package scan

import (
	"math"

	"gapflux/internal/hugemem"
)

// applyPlane is apply for the first-order (plane) regression, the
// filters' default (ISO 16610-61/-71 Gaussian regression, see
// gaussRegression): the same sums of the same products in the same order
// as the general row and column passes (rowPass, momentColumns), with
// each cell's five row moments side by side (rm) and the nine column
// moments of a cell summed in registers, only at the cells in use. Rows,
// then cells, are split between the processors; none of the sums is.
func (r *gaussRegression) applyPlane(w, z, out []float64, use func(q int) bool) {
	nx, ny, h := r.nx, r.ny, r.half
	if r.rm == nil {
		r.rm = hugemem.Make[float64](5*nx*ny, 0)
	}
	parallelRows(ny, func(j0, j1 int) {
		wz := make([]float64, nx)
		for j := j0; j < j1; j++ {
			row := j * nx
			r.planeRow(r.rm[5*row:5*(row+nx)], w[row:row+nx], z[row:row+nx], wz)
		}
	})
	parallelRows(ny, func(j0, j1 int) {
		for j := j0; j < j1; j++ {
			lo, hi := max(-h, -j), min(h, ny-1-j)
			for i := range nx {
				if q := j*nx + i; use(q) {
					out[q] = solvePlane(r.planeSums(j, i, lo, hi))
				}
			}
		}
	})
}

// planeRow sets one row's row moments dst[5i:5i+5] = Σ_k g_p(k)·w[i+k]
// (p = 0, 1, 2) and Σ_k g_p(k)·w·z[i+k] (p = 0, 1), summed over k in
// increasing order as convolveRow sums them, over the row's span of
// non-zero weights only (the terms left out are ±0; see convolveRow).
// wz is scratch of the row's length.
func (r *gaussRegression) planeRow(dst, w, z, wz []float64) {
	h, n := r.half, len(w)
	for i, wi := range w {
		wz[i] = 0
		if wi != 0 {
			wz[i] = wi * z[i]
		}
	}
	a, b := nonZeroSpan(w)
	i0, i1 := max(0, a-h), min(n, b+h)
	if a == b {
		i0, i1 = 0, 0
	}
	clear(dst[:5*i0])
	clear(dst[5*i1:])
	for i := i0; i < i1; i++ {
		k0, k1 := max(-h, a-i), min(h, b-1-i)
		d := (*[5]float64)(dst[5*i : 5*i+5])
		d[0], d[1], d[2], d[3], d[4] = 0, 0, 0, 0, 0
		// The taps k < 0, the tap k = 0 (if in range), the taps k > 0.
		if e := min(k1, -1); k0 <= e {
			r.rowTaps(d, w[i+k0:i+e+1], wz[i+k0:], k0)
		}
		if k0 <= 0 && 0 <= k1 {
			c := r.g[0][h]
			d[0] += c * w[i]
			d[3] += c * wz[i]
		}
		if k := max(k0, 1); k <= k1 {
			r.rowTaps(d, w[i+k:i+k1+1], wz[i+k:], k)
		}
	}
}

// rowTaps adds to the row moments d the taps k, k+1, … of the window
// ws (heights × weights zs) in order: d[p] += g_p(k)·ws, d[3+p] +=
// g_p(k)·zs (p ≤ 1). No tap may be k = 0, where g_1 and g_2 are 0 and
// are skipped (convolveRow skips zero taps; g_p(k) = k^p·s(k) is not 0
// anywhere else).
func (r *gaussRegression) rowTaps(d *[5]float64, ws, zs []float64, k int) {
	t0 := k + r.half
	g0 := r.g[0][t0 : t0+len(ws)]
	g1 := r.g[1][t0 : t0+len(ws)]
	g2 := r.g[2][t0 : t0+len(ws)]
	zs = zs[:len(ws)]
	s0, s1, s2, z0, z1 := d[0], d[1], d[2], d[3], d[4]
	for t, sw := range ws {
		sz := zs[t]
		c0, c1, c2 := g0[t], g1[t], g2[t]
		s0 += c0 * sw
		s1 += c1 * sw
		s2 += c2 * sw
		z0 += c0 * sz
		z1 += c1 * sz
	}
	d[0], d[1], d[2], d[3], d[4] = s0, s1, s2, z0, z1
}

// planeSums returns the column sums at cell (i, j) over the taps lo … hi
// (lo ≤ 0 ≤ hi) of the first-order fit: the weight moments M_ab (a + b ≤
// 2, in monomials(2) order) and the height moments Z_ab (a + b ≤ 1),
// each Σ_l g_b(l)·(row moment a of row j+l) in increasing l, the zero
// taps g_1(0) and g_2(0) skipped, as momentColumns sums them.
func (r *gaussRegression) planeSums(j, i, lo, hi int) (bw [6]float64, bz [3]float64) {
	var m [9]float64 // M00 M10 M01 M20 M11 M02 Z00 Z10 Z01
	q, stride := 5*((j+lo)*r.nx+i), 5*r.nx
	r.columnTaps(&m, q, stride, lo, -1)
	q -= lo * stride
	c, s := r.g[0][r.half], (*[5]float64)(r.rm[q:q+5])
	m[0] += c * s[0]
	m[1] += c * s[1]
	m[3] += c * s[2]
	m[6] += c * s[3]
	m[7] += c * s[4]
	r.columnTaps(&m, q+stride, stride, 1, hi)
	return [6]float64{m[0], m[1], m[2], m[3], m[4], m[5]}, [3]float64{m[6], m[7], m[8]}
}

// columnTaps adds to the column moments m (planeSums' order) the taps
// l = l0 … l1 (none of them 0) of the row moments rm[q + (l−l0)·stride]:
// first the five moments of kernel g_0, then the four of g_1 and g_2
// (two loops, so that each keeps its sums in registers; every sum still
// takes its taps in increasing l).
func (r *gaussRegression) columnTaps(m *[9]float64, q, stride, l0, l1 int) {
	if l1 < l0 {
		return
	}
	g0 := r.g[0][l0+r.half : l1+r.half+1]
	g1 := r.g[1][l0+r.half : l1+r.half+1][:len(g0)]
	g2 := r.g[2][l0+r.half : l1+r.half+1][:len(g0)]
	rm := r.rm
	m00, m10, m20, z00, z10 := m[0], m[1], m[3], m[6], m[7]
	for t, c0 := range g0 {
		s := (*[5]float64)(rm[q+t*stride : q+t*stride+5])
		m00 += c0 * s[0]
		m10 += c0 * s[1]
		m20 += c0 * s[2]
		z00 += c0 * s[3]
		z10 += c0 * s[4]
	}
	m01, m11, m02, z01 := m[2], m[4], m[5], m[8]
	for t, c1 := range g1 {
		c2 := g2[t]
		s := (*[5]float64)(rm[q+t*stride : q+t*stride+5])
		m01 += c1 * s[0]
		m11 += c1 * s[1]
		m02 += c2 * s[0]
		z01 += c1 * s[3]
	}
	*m = [9]float64{m00, m10, m01, m20, m11, m02, z00, z10, z01}
}

// solvePlane is regressionSolver.solve for degree 1: β0 of the plane
// fitted to one cell's moments bw (M00 M10 M01 M20 M11 M02) and bz (Z00
// Z10 Z01), or of the constant when the 3×3 normal matrix is singular;
// NaN when the cell has no weight. The same divisions, pivots and
// eliminations in the same order as solve and solveSmallInPlace, on
// arrays of fixed size.
func solvePlane(bw [6]float64, bz [3]float64) float64 {
	m00 := bw[0]
	if !(m00 > 0) {
		return nan
	}
	a := [9]float64{
		bw[0] / m00, bw[1] / m00, bw[2] / m00,
		bw[1] / m00, bw[3] / m00, bw[4] / m00,
		bw[2] / m00, bw[4] / m00, bw[5] / m00,
	}
	b := [3]float64{bz[0] / m00, bz[1] / m00, bz[2] / m00}
	if x, ok := solve3(&a, &b); ok {
		return x
	}
	return bz[0] / m00
}

// solve3 is solveSmallInPlace for k = 3.
func solve3(a *[9]float64, b *[3]float64) (float64, bool) {
	scale := 0.0
	for r := range 3 {
		scale = max(scale, math.Abs(a[r*3+r]))
	}
	if !(scale > 0) {
		return 0, false
	}
	for c := range 3 {
		p := c
		for r := c + 1; r < 3; r++ {
			if math.Abs(a[r*3+c]) > math.Abs(a[p*3+c]) {
				p = r
			}
		}
		if math.Abs(a[p*3+c]) < 1e-10*scale {
			return 0, false
		}
		if p != c {
			for t := range 3 {
				a[p*3+t], a[c*3+t] = a[c*3+t], a[p*3+t]
			}
			b[p], b[c] = b[c], b[p]
		}
		for r := c + 1; r < 3; r++ {
			f := a[r*3+c] / a[c*3+c]
			if f == 0 {
				continue
			}
			for t := c; t < 3; t++ {
				a[r*3+t] -= f * a[c*3+t]
			}
			b[r] -= f * b[c]
		}
	}
	for r := 2; r >= 0; r-- {
		v := b[r]
		for t := r + 1; t < 3; t++ {
			v -= a[r*3+t] * b[t]
		}
		b[r] = v / a[r*3+r]
	}
	return b[0], true
}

• • • •

Which lines above run from the one containing "clear(dst[5*i1:])" to the one containing "zs = zs[:len(ws)]"? Give them again exactly, both ends included.

▶ ANSWER FOR THE TASK
	clear(dst[5*i1:])
	for i := i0; i < i1; i++ {
		k0, k1 := max(-h, a-i), min(h, b-1-i)
		d := (*[5]float64)(dst[5*i : 5*i+5])
		d[0], d[1], d[2], d[3], d[4] = 0, 0, 0, 0, 0
		// The taps k < 0, the tap k = 0 (if in range), the taps k > 0.
		if e := min(k1, -1); k0 <= e {
			r.rowTaps(d, w[i+k0:i+e+1], wz[i+k0:], k0)
		}
		if k0 <= 0 && 0 <= k1 {
			c := r.g[0][h]
			d[0] += c * w[i]
			d[3] += c * wz[i]
		}
		if k := max(k0, 1); k <= k1 {
			r.rowTaps(d, w[i+k:i+k1+1], wz[i+k:], k)
		}
	}
}

// rowTaps adds to the row moments d the taps k, k+1, … of the window
// ws (heights × weights zs) in order: d[p] += g_p(k)·ws, d[3+p] +=
// g_p(k)·zs (p ≤ 1). No tap may be k = 0, where g_1 and g_2 are 0 and
// are skipped (convolveRow skips zero taps; g_p(k) = k^p·s(k) is not 0
// anywhere else).
func (r *gaussRegression) rowTaps(d *[5]float64, ws, zs []float64, k int) {
	t0 := k + r.half
	g0 := r.g[0][t0 : t0+len(ws)]
	g1 := r.g[1][t0 : t0+len(ws)]
	g2 := r.g[2][t0 : t0+len(ws)]
	zs = zs[:len(ws)]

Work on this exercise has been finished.